Collection entries:
────────────────────────────────────────
test('+8.00 at 12 mm [derived]: spectacles +13.6 %, contact lens +2.7 %, change −9.6 %; the shape factor is said to be left out', async () => {
  const { context, page, errors } = await open('image-size?r=%2B8.00&from=12');
  const r = region(page, 'Right');
  // The headline: the change with contact lenses, with the spectacle figure beside it.
  await expectText(r.locator('.headline'), '-9.6 %', '+13.6 %', 'Shape factor left out: lens form not given');
  await expectText(r.locator('.reason'), 'in contact lenses 2.7 % larger than uncorrected');
  // Details one tap away: closed by default, then the factors per meridian.
  assert.equal(await r.locator('details.card-details').evaluate((d) => d.open), false);
  await r.locator('details.card-details > summary').click();
  const rows = r.locator('.result-list');
  // Power factor 1 / (1 − 0.015 × 8) = 1.1364 [textbook formula; h = 12 + 3 mm, 3 mm from memory].
  await expectText(rows.locator('.result-row', { hasText: 'Power factor' }), '+13.6 %');
  await expectText(rows.locator('.result-row', { hasText: 'In contact lenses' }), '+2.7 %');
  await expectText(rows.locator('.result-row', { hasText: 'Shape factor' }), 'shape factor left out: lens form not given');
  // +8.00 at 12 mm is +8.85 at the cornea [textbook: F / (1 − dF) = 8 / 0.904 = 8.8496].
  await expectText(rows.locator('.result-row', { hasText: 'Contact lens' }).first(), '+8.85 D');
  await expectText(between(page), 'Enter a complete prescription for both eyes');
  await expectCleanPage(page);
  assert.deepEqual(errors, []);
  await context.close();
});

test('±10.00 at 12 mm [textbook]: the change to contact lenses is −d·F, 12.0 % smaller for plus and 12.0 % larger for minus', async () => {
  const { context, page } = await open('image-size?r=%2B10.00&l=-10.00&from=12');
  await expectText(region(page, 'Right').locator('.headline'), '-12.0 %');
  await expectText(region(page, 'Left').locator('.headline'), '+12.0 %');
  await context.close();
});

test('R −1.00 / L −5.00 at 12 mm [derived]: spectacles −1.5 % / −7.0 %, difference 5.9 %; contact lenses −0.3 % / −1.4 %, difference 1.1 %', async () => {
  const { context, page } = await open('image-size?r=-1.00&l=-5.00&from=12');
  // Notes: spectacles −1.48 % / −6.98 %, contact lenses −0.30 % / −1.40 %; one decimal on the page.
  await expectText(region(page, 'Right').locator('.headline'), '-1.5 %');
  await expectText(region(page, 'Left').locator('.headline'), '-7.0 %');
  await expectText(region(page, 'Left').locator('.reason'), 'in contact lenses 1.4 % smaller');
  await expectText(region(page, 'Right').locator('.reason'), 'in contact lenses 0.3 % smaller');
  const b = between(page);
  const row180 = b.getByRole('row', { name: /^180/ });
  await expectText(row180, '5.9 %, R larger', '1.1 %, R larger');
  await expectText(b.getByRole('row', { name: /^090/ }), '5.9 %, R larger');
  // Rule of thumb [common practice]: 1.5 % per dioptre × 4.00 D = 6.0 %; above about 5.0 % often not tolerated.
  await expectText(b.locator('.reading'), 'often not tolerated', '4.00 D here, about 6.0 %', 'a fifth of that in contact lenses');
  // Knapp's law [textbook]: informs the choice, does not make it.
  await expectText(b.locator('.knapp'), "Knapp's law", 'anterior focal point', 'not automatically better', 'does not make it');
  await expectCleanPage(page);
  await context.close();
});

test("each eye's picture: two outlines to scale with a text alternative stating both sizes", async () => {
  const { context, page } = await open('image-size?r=-1.00&l=-5.00&from=12');
  const left = region(page, 'Left').getByRole('img', {
    name: 'Left eye image size against the uncorrected eye: in spectacles -7.0 % (solid outline), in contact lenses -1.4 % (dashed outline)',
  });
  await left.waitFor();
  const right = region(page, 'Right').getByRole('img', { name: /^Right eye image size .* in spectacles -1\.5 % .* in contact lenses -0\.3 %/ });
  await right.waitFor();
  // To scale [derived]: the right contact-lens image (0.9970) is the largest of the four and is drawn at
  // the full 44 units; the left spectacle image is 0.930233 / 0.997044 of it = 41.05 units.
  const radii = async (img) => img.locator('ellipse').evaluateAll((els) => els.map((e) => [e.getAttribute('class'), e.getAttribute('rx')]));
  assert.deepEqual(await radii(right), [['outline spectacles', '43.48'], ['outline contact-lens', '44.00']]);
  assert.deepEqual(await radii(left), [['outline spectacles', '41.05'], ['outline contact-lens', '43.51']]);
  await context.close();
});

test('a cylinder gives a figure per principal meridian; the eyes are compared in 180 and 090', async () => {
  // −1.00 −4.00 ×180: 180 meridian −1.00, 090 meridian −5.00 [textbook power cross]; the notes' −1.48 % / −6.98 % [derived].
  const { context, page } = await open(`image-size?r=${enc('-1.00 -4.00 x180')}&l=-1.00`);
  const r = region(page, 'Right');
  await expectText(r.locator('.headline'), '180: -1.5 %, 090: -7.0 %');
  // In 090 the left (−1.00) image is the larger [derived: 0.985222 / 0.930233 − 1 = 5.9 %]; in 180 both are −1.00.
  await expectText(between(page).getByRole('row', { name: /^090/ }), '5.9 %, L larger');
  await expectText(between(page).getByRole('row', { name: /^180/ }), '0.0 %');
  await r.getByRole('img', { name: /in spectacles 180: -1\.5 %, 090: -7\.0 %/ }).waitFor();
  await openAll(page);
  await expectText(r.locator('.result-list'), 'Power factor, 090 meridian', 'Spectacles → contact lenses, 180 meridian');
  await expectCleanPage(page);
  await context.close();
});

test('link round trip: the lens form opens from the link, adds the shape factor, and the link keeps the raw text', async () => {
  const link = `image-size?r=${enc('+8,00')}&from=12&rf=${enc('+6.00')}&rt=${enc('2 mm')}&rn=${enc('1,5')}`;
  const { context, page } = await open(link);
  const r = region(page, 'Right');
  // Shape factor 1 / (1 − 0.002 / 1.5 × 6) = 1.0081 [textbook formula; derived]: spectacles
  // 1.1364 × 1.0081 = +14.6 %; contact lens +2.7 %; change 1.0273 / 1.1455 − 1 = −10.3 %.
  await expectText(r.locator('.headline'), '-10.3 %', '+14.6 %', 'Includes the shape factor of the lens form given');
  const form = page.getByRole('group', { name: 'Right eye (R)' }).locator('details.lens-form');
  assert.equal(await form.evaluate((d) => d.open), true, 'a lens form from the link is shown');
  assert.equal(await page.getByLabel('Right front surface', { exact: true }).inputValue(), '+6.00');
  assert.equal(await page.getByLabel('Right centre thickness', { exact: true }).inputValue(), '2 mm');
  assert.equal(await page.getByLabel('Right refractive index', { exact: true }).inputValue(), '1,5');
  assert.equal(await page.getByLabel('Right prescription', { exact: true }).inputValue(), '+8,00');
  await expectFieldNotice(page, 'Right refractive index', 'read the comma as a decimal point: 1.5');
  await r.locator('details.card-details > summary').click();
  await expectText(r.locator('.result-row', { hasText: 'Shape factor' }), '+0.8 %');
  // The left eye's lens form is its own: the left disclosure stays closed and empty.
  assert.equal(await page.getByRole('group', { name: 'Left eye (L)' }).locator('details.lens-form').evaluate((d) => d.open), false);
  // Editing rewrites the link with the text as typed.
  await page.getByLabel('Right centre thickness', { exact: true }).fill('2,2');
  await page.waitForURL((u) => new URL(u).searchParams.get('rt') === '2,2');
  const url = new URL(page.url());
  assert.equal(url.pathname, '/image-size');
  for (const [k, v] of [['r', '+8,00'], ['from', '12'], ['rf', '+6.00'], ['rn', '1,5']]) assert.equal(url.searchParams.get(k), v, k);
  // Reopened, the link shows the same thing.
  await page.goto(url.href);
  await waitForApp(page);
  assert.equal(await page.getByLabel('Right centre thickness', { exact: true }).inputValue(), '2,2');
  await expectText(region(page, 'Right').locator('.headline'), 'Includes the shape factor of the lens form given');
  await context.close();
});

async function expectFieldNotice(page, label, message) {
  const id = await page.getByLabel(label, { exact: true }).getAttribute('aria-describedby');
  await expectText(page.locator(`#${id}`), message);
}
────────────────────────────────────────
In the answer, the lines from the first line of the data above through the line containing "figure beside it." must appear exactly as written, with nothing else.

test('+8.00 at 12 mm [derived]: spectacles +13.6 %, contact lens +2.7 %, change −9.6 %; the shape factor is said to be left out', async () => {
  const { context, page, errors } = await open('image-size?r=%2B8.00&from=12');
  const r = region(page, 'Right');
  // The headline: the change with contact lenses, with the spectacle figure beside it.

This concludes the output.